Quando Zé Peixe chega ao porto é uma
alegria só. Ele curva seu corpo para cumprimentar
funcionários, marujos e capitães, como se os estivesse
reverenciando. “Não existe ninguém como ele”, diz um.
“Uma fi gura lendária de Aracaju”, afi rma outro.
“Peixinho é um ídolo”, conta outro homem do mar.
É certo que o porto de Aracaju não é lá
muito movimentado. Mas, por causa de Zé Peixe, ganhou
fama internacional, espalhada por navegantes de fora que
lá atracaram. “Os gringos me chamam de Joe Fish”, diz.
Certa vez, um capitão russo de um cargueiro chegou a
pedir que o detivessem quando estava para se lançar ao
mar – achou que ele estava se suicidando.
Zé é peixe miudinho. Tem apenas 1,60
metro de altura e 53 quilos. Mesmo franzino, já realizou
muitas grandezas. A maior proeza foi quando socorreu o
navio Mercury, que ardia em chamas em alto-mar, vindo
das plataformas da Petrobrás e com funcionários a bordo.
Zé pegou carona num rebocador, ligeiro chegou ao navio e
conduziu a embarcação até um ponto onde todos pudessem
saltar e nadar para terra fi rme. “Eu só fiz o que tinha
de fazer, compreende?” Ele não gosta de falar muito de
si mesmo. “Por causa de sua condição física exemplar,
ele conseguiu salvar inúmeras vidas”, conta Brabo, o
chefe dos práticos, que há 26 anos convive com Peixinho.
Em 1941, ele e toda a população de Aracaju viram na
praia os corpos de náufragos de três navios bombardeados
por embarcações alemãs na Segunda Guerra Mundial. A
partir daí, ninguém nunca mais se afogou perto dele.
Maré cheia
Desde menino novo, Zé dá suas pernadas
no rio Sergipe. Os pais, dona Vectúria e seu Nicanor,
que ensinaram. De sua casa, era só cruzar a rua de terra
para dar no rio. Em tempo de maré cheia, a água vinha
bater na porta. Moleque arretado, José Martins Ribeiro
Nunes aprendeu a atravessar o rio para chupar caju na
outra margem do rio. Aos 12 anos já nadava muito bem.
Sua casa era vizinha à Capitania dos Portos e logo foi
reparado pelos marinheiros. De observar a destreza do
menino, um almirante o batizou novamente – virou Zé
Peixe. Quando chegou o tempo certo, com 17 anos,
formou-se prático. Dos cinco irmãos, Rita era a única
que acompanhava as peripécias a nado. Naquela época,
meninas não se banhavam no rio nem podiam sair andando
com trajes de banho – só ela, no meio da molecada. Zé
lhe ensinou tudo sobre o mar. “Ensinou também meus fi
lhos e netos. Ele amarrava nos braços bóias de coco
seco, que não afunda”, diz Rita, uma década mais nova,
que de tanto nadar com o irmão levou o sobrenome Peixe.
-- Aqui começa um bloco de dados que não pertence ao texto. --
"""The program's door: hoists the global options, runs the command, turns errors into sentences and exit codes.

Nothing heavy is imported here: neither RDKit nor Textual loads before a command needs it (tested in a subprocess).
Without a command on a terminal it opens the terminal interface.
"""

from __future__ import annotations

import json
import sys
from collections.abc import Sequence
from typing import Any

import typer

from kb.cli import exit_codes
from kb.errors import SidepathError
from kb.plain import plain

# Typer carries its own copy of the library under it, or an installed one, by version; these are its bases either way.
_UsageError: Any = typer.BadParameter.__bases__[0]
_CommandError: Any = _UsageError.__bases__[0]

_FLAGS = {"--json", "--quiet", "--verbose", "-q", "-v"}
_WITH_VALUE = {"--book", "--as"}


def main(argv: Sequence[str] | None = None) -> None:
    """Run the program and exit with the contract's status.

    Args:
        argv: arguments without the program's name; None = sys.argv.
    """
    sys.exit(run(sys.argv[1:] if argv is None else list(argv)))


def run(argv: Sequence[str]) -> int:
    """Run one command and return its exit status; never raises what a user caused."""
    from kb.cli.root import app

    arguments = hoist_globals(argv)
    as_json = "--json" in arguments
    command = typer.main.get_command(app)
    try:
        result = command.main(args=arguments, prog_name="sidepath", standalone_mode=False)
        return result if isinstance(result, int) else exit_codes.DONE
    except SidepathError as error:
        _complain(error.as_dict(), as_json)
        return exit_codes.exit_code_of(error)
    except typer.Abort:
        typer.echo("Stopped.", err=True)
        return exit_codes.INTERRUPTED
    except typer.Exit as leaving:
        return leaving.exit_code
    except _UsageError as error:
        where = error.ctx.command_path if error.ctx else "sidepath"
        _complain({"code": "usage", "message": error.format_message(), "hint": f"See `{where} --help`."}, as_json)
        return exit_codes.USAGE
    except _CommandError as error:
        _complain({"code": "usage", "message": error.format_message(), "hint": ""}, as_json)
        return exit_codes.USAGE
    except KeyboardInterrupt:
        typer.echo("Stopped.", err=True)
        return exit_codes.INTERRUPTED
    except BrokenPipeError:
        sys.stderr.close()
        return exit_codes.DONE
    except OSError as error:
        message = f"{error.strerror or error}{f': {error.filename}' if error.filename else ''}."
        _complain({"code": "system", "message": message, "hint": "Check the path and the permissions."}, as_json)
        return exit_codes.BOOK_TROUBLE if error.errno in (28, 122) else exit_codes.REFUSED


def hoist_globals(argv: Sequence[str]) -> list[str]:
    """Move the global options in front of the command, so that they may stand before or after it.

    What follows `--`, and a value that follows an option of a command, is left where it is: a global option is only
    taken where it stands as a word of its own.

    >>> hoist_globals(["check", "CCBr", "--json", "--book", "b.db"])
    ['--json', '--book', 'b.db', 'check', 'CCBr']
    """
    front: list[str] = []
    rest: list[str] = []
    words = iter(argv)
    free_text = {"--note", "--why", "--ref", "--words", "--title", "--instead"}
    for word in words:
        if word == "--":
            rest += [word, *words]
        elif word in free_text:
            rest += [word, *([value] if (value := next(words, None)) is not None else [])]
        elif word in _FLAGS or any(word.startswith(f"{option}=") for option in _WITH_VALUE):
            front.append(word)
        elif word in _WITH_VALUE:
            front += [word, *([value] if (value := next(words, None)) is not None else [])]
        else:
            rest.append(word)
    return front + rest


def _complain(error: dict[str, str], as_json: bool) -> None:
    """Say an error: plain sentences on stderr, with --json also an object on stdout."""
    if as_json:
        typer.echo(json.dumps({"error": error}, ensure_ascii=False))
    sentence = f"{error['message']} {error['hint']}".strip()
    typer.echo(f"sidepath: {plain(sentence)}", err=True)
Zé nunca saiu da casa onde nasceu, umas
das mais antigas de Aracaju. Nem mesmo quando se casou,
há mais de 40 anos (está viúvo há 20 e não teve filhos).
Ajeitou uma casa para a mulher, mas não arredou o pé de
lá – sempre estava cuidando de alguém da família, ora a
mãe, ora um irmão enfermo. “Vou morrer aqui”, diz. “Mas
só quando o capitão lá de cima desejar.”
Hoje uma avenida asfaltada o separa do
rio. Quando não está no porto, Zé vai até lá para cuidar
de seus três barquinhos de madeira ancorados. “Se não
tiver um barquinho pra brincar fico doidim.” O casebre
por fora é pintado de branco, mas dentro é todo azul.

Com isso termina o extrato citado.